§ **The task**
Give back the full data, retyped precisely.

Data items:
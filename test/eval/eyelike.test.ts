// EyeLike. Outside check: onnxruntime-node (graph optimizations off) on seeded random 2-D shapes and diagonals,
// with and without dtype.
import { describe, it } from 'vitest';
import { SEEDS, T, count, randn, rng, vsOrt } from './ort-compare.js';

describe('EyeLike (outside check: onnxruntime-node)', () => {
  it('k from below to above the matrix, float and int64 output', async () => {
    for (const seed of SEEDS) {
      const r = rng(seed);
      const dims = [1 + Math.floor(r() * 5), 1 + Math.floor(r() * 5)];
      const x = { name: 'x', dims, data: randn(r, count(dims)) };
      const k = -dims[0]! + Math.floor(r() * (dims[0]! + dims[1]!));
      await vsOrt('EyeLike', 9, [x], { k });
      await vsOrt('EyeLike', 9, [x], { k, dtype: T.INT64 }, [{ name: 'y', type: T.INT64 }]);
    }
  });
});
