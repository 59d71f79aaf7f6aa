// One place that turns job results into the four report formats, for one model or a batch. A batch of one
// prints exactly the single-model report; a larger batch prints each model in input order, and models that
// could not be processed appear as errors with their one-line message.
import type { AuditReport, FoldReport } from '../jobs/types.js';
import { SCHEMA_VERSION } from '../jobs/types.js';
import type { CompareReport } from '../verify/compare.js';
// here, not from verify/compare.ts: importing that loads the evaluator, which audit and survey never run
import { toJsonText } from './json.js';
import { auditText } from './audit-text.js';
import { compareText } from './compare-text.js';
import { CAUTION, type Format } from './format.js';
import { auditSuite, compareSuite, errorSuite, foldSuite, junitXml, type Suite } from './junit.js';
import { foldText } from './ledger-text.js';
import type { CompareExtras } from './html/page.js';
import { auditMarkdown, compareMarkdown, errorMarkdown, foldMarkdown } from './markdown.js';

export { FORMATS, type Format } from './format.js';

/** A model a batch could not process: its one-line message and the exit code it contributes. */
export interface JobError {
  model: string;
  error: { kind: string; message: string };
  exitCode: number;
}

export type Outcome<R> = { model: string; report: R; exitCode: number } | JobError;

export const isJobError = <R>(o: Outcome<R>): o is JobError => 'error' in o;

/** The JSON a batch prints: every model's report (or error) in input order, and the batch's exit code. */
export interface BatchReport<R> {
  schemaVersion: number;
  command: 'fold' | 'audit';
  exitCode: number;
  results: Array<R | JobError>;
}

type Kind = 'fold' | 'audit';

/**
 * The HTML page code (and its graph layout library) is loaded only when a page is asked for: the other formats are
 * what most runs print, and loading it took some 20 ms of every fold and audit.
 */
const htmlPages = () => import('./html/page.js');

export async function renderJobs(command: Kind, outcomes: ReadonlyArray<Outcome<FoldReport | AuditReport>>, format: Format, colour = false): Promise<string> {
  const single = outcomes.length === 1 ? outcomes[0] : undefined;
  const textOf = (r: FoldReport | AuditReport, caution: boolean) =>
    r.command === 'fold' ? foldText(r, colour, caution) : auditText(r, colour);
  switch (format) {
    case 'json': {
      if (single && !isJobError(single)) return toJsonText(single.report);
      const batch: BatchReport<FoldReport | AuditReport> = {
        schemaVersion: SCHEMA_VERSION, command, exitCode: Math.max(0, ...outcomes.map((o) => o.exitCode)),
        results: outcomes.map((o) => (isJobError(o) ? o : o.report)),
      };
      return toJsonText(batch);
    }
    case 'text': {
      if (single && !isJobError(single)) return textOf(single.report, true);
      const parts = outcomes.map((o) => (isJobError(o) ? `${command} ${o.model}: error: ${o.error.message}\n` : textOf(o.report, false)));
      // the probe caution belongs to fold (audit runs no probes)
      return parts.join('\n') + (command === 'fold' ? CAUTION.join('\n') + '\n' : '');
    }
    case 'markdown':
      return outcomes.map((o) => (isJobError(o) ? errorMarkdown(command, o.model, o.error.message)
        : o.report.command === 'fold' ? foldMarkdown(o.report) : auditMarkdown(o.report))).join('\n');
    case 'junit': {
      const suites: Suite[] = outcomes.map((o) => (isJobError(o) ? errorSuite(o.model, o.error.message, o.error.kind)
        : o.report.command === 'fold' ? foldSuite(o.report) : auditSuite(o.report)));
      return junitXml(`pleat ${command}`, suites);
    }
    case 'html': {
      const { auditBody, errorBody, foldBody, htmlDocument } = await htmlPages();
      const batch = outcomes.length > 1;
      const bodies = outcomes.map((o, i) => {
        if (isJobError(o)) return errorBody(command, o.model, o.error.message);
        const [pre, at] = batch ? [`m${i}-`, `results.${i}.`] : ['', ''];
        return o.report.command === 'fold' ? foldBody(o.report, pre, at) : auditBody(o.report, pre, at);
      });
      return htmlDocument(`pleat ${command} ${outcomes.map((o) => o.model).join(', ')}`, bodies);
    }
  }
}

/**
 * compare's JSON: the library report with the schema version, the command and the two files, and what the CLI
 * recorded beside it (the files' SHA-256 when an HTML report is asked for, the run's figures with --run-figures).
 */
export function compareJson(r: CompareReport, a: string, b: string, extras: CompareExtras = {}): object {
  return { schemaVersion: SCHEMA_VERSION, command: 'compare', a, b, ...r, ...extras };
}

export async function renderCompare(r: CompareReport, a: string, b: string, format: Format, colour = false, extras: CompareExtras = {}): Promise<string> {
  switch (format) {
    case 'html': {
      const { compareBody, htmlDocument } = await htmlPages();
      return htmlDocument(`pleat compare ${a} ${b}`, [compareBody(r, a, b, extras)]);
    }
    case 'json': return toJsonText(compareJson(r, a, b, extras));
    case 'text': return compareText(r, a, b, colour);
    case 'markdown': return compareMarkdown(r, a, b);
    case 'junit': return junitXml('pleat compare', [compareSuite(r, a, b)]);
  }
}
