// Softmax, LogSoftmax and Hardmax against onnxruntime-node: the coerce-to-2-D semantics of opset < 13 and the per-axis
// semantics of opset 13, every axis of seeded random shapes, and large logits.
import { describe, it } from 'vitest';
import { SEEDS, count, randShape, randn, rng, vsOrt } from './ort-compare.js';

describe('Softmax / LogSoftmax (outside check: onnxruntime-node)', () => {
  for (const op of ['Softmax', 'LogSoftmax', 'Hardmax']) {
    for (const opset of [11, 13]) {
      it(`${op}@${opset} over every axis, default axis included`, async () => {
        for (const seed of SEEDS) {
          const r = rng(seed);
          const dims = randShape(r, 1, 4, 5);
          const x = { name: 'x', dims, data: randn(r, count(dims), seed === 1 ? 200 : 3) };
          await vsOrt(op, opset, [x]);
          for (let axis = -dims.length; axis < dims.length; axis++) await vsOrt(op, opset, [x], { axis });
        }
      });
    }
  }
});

§ **Answer**
filename test/eval/eyelike.test.ts
// EyeLike. Outside check: onnxruntime-node (graph optimizations off) on seeded random 2-D shapes and diagonals,
// with and without dtype.
import { describe, it } from 'vitest';
import { SEEDS, T, count, randn, rng, vsOrt } from './ort-compare.js';

describe('EyeLike (outside check: onnxruntime-node)', () => {
  it('k from below to above the matrix, float and int64 output', async () => {
    for (const seed of SEEDS) {
      const r = rng(seed);
      const dims = [1 + Math.floor(r() * 5), 1 + Math.floor(r() * 5)];
      const x = { name: 'x', dims, data: randn(r, count(dims)) };
      const k = -dims[0]! + Math.floor(r() * (dims[0]! + dims[1]!));
      await vsOrt('EyeLike', 9, [x], { k });
      await vsOrt('EyeLike', 9, [x], { k, dtype: T.INT64 }, [{ name: 'y', type: T.INT64 }]);
    }
  });
});
repository 59d71f79aaf7f6aa
// One place that turns job results into the four report formats, for one model or a batch. A batch of one
// prints exactly the single-model report; a larger batch prints each model in input order, and models that
// could not be processed appear as errors with their one-line message.
import type { AuditReport, FoldReport } from '../jobs/types.js';
import { SCHEMA_VERSION } from '../jobs/types.js';
import type { CompareReport } from '../verify/compare.js';
// here, not from verify/compare.ts: importing that loads the evaluator, which audit and survey never run
import { toJsonText } from './json.js';
import { auditText } from './audit-text.js';
import { compareText } from './compare-text.js';
import { CAUTION, type Format } from './format.js';
import { auditSuite, compareSuite, errorSuite, foldSuite, junitXml, type Suite } from './junit.js';
import { foldText } from './ledger-text.js';
import type { CompareExtras } from './html/page.js';
import { auditMarkdown, compareMarkdown, errorMarkdown, foldMarkdown } from './markdown.js';

export { FORMATS, type Format } from './format.js';

/** A model a batch could not process: its one-line message and the exit code it contributes. */
export interface JobError {
  model: string;
  error: { kind: string; message: string };
  exitCode: number;
}

export type Outcome<R> = { model: string; report: R; exitCode: number } | JobError;

export const isJobError = <R>(o: Outcome<R>): o is JobError => 'error' in o;

/** The JSON a batch prints: every model's report (or error) in input order, and the batch's exit code. */
export interface BatchReport<R> {
  schemaVersion: number;
  command: 'fold' | 'audit';
  exitCode: number;
  results: Array<R | JobError>;
}

type Kind = 'fold' | 'audit';

/**
 * The HTML page code (and its graph layout library) is loaded only when a page is asked for: the other formats are
 * what most runs print, and loading it took some 20 ms of every fold and audit.
 */
const htmlPages = () => import('./html/page.js');

export async function renderJobs(command: Kind, outcomes: ReadonlyArray<Outcome<FoldReport | AuditReport>>, format: Format, colour = false): Promise<string> {
  const single = outcomes.length === 1 ? outcomes[0] : undefined;
  const textOf = (r: FoldReport | AuditReport, caution: boolean) =>
    r.command === 'fold' ? foldText(r, colour, caution) : auditText(r, colour);
  switch (format) {
    case 'json': {
      if (single && !isJobError(single)) return toJsonText(single.report);
      const batch: BatchReport<FoldReport | AuditReport> = {
        schemaVersion: SCHEMA_VERSION, command, exitCode: Math.max(0, ...outcomes.map((o) => o.exitCode)),
        results: outcomes.map((o) => (isJobError(o) ? o : o.report)),
      };
      return toJsonText(batch);
    }
    case 'text': {
      if (single && !isJobError(single)) return textOf(single.report, true);
      const parts = outcomes.map((o) => (isJobError(o) ? `${command} ${o.model}: error: ${o.error.message}\n` : textOf(o.report, false)));
      // the probe caution belongs to fold (audit runs no probes)
      return parts.join('\n') + (command === 'fold' ? CAUTION.join('\n') + '\n' : '');
    }
    case 'markdown':
      return outcomes.map((o) => (isJobError(o) ? errorMarkdown(command, o.model, o.error.message)
        : o.report.command === 'fold' ? foldMarkdown(o.report) : auditMarkdown(o.report))).join('\n');
    case 'junit': {
      const suites: Suite[] = outcomes.map((o) => (isJobError(o) ? errorSuite(o.model, o.error.message, o.error.kind)
        : o.report.command === 'fold' ? foldSuite(o.report) : auditSuite(o.report)));
      return junitXml(`pleat ${command}`, suites);
    }
    case 'html': {
      const { auditBody, errorBody, foldBody, htmlDocument } = await htmlPages();
      const batch = outcomes.length > 1;
      const bodies = outcomes.map((o, i) => {
        if (isJobError(o)) return errorBody(command, o.model, o.error.message);
        const [pre, at] = batch ? [`m${i}-`, `results.${i}.`] : ['', ''];
        return o.report.command === 'fold' ? foldBody(o.report, pre, at) : auditBody(o.report, pre, at);
      });
      return htmlDocument(`pleat ${command} ${outcomes.map((o) => o.model).join(', ')}`, bodies);
    }
  }
}

/**
 * compare's JSON: the library report with the schema version, the command and the two files, and what the CLI
 * recorded beside it (the files' SHA-256 when an HTML report is asked for, the run's figures with --run-figures).
 */
export function compareJson(r: CompareReport, a: string, b: string, extras: CompareExtras = {}): object {
  return { schemaVersion: SCHEMA_VERSION, command: 'compare', a, b, ...r, ...extras };
}

export async function renderCompare(r: CompareReport, a: string, b: string, format: Format, colour = false, extras: CompareExtras = {}): Promise<string> {
  switch (format) {
    case 'html': {
      const { compareBody, htmlDocument } = await htmlPages();
      return htmlDocument(`pleat compare ${a} ${b}`, [compareBody(r, a, b, extras)]);
    }
    case 'json': return toJsonText(compareJson(r, a, b, extras));
    case 'text': return compareText(r, a, b, colour);
    case 'markdown': return compareMarkdown(r, a, b);
    case 'junit': return junitXml('pleat compare', [compareSuite(r, a, b)]);
  }
}
// Softmax, LogSoftmax and Hardmax against onnxruntime-node: the coerce-to-2-D semantics of opset < 13 and the per-axis
// semantics of opset 13, every axis of seeded random shapes, and large logits.
import { describe, it } from 'vitest';
import { SEEDS, count, randShape, randn, rng, vsOrt } from './ort-compare.js';

describe('Softmax / LogSoftmax (outside check: onnxruntime-node)', () => {
  for (const op of ['Softmax', 'LogSoftmax', 'Hardmax']) {
    for (const opset of [11, 13]) {
      it(`${op}@${opset} over every axis, default axis included`, async () => {
        for (const seed of SEEDS) {
          const r = rng(seed);
          const dims = randShape(r, 1, 4, 5);
          const x = { name: 'x', dims, data: randn(r, count(dims), seed === 1 ? 200 : 3) };
          await vsOrt(op, opset, [x]);
          for (let axis = -dims.length; axis < dims.length; axis++) await vsOrt(op, opset, [x], { axis });
        }
      });
    }
  }
});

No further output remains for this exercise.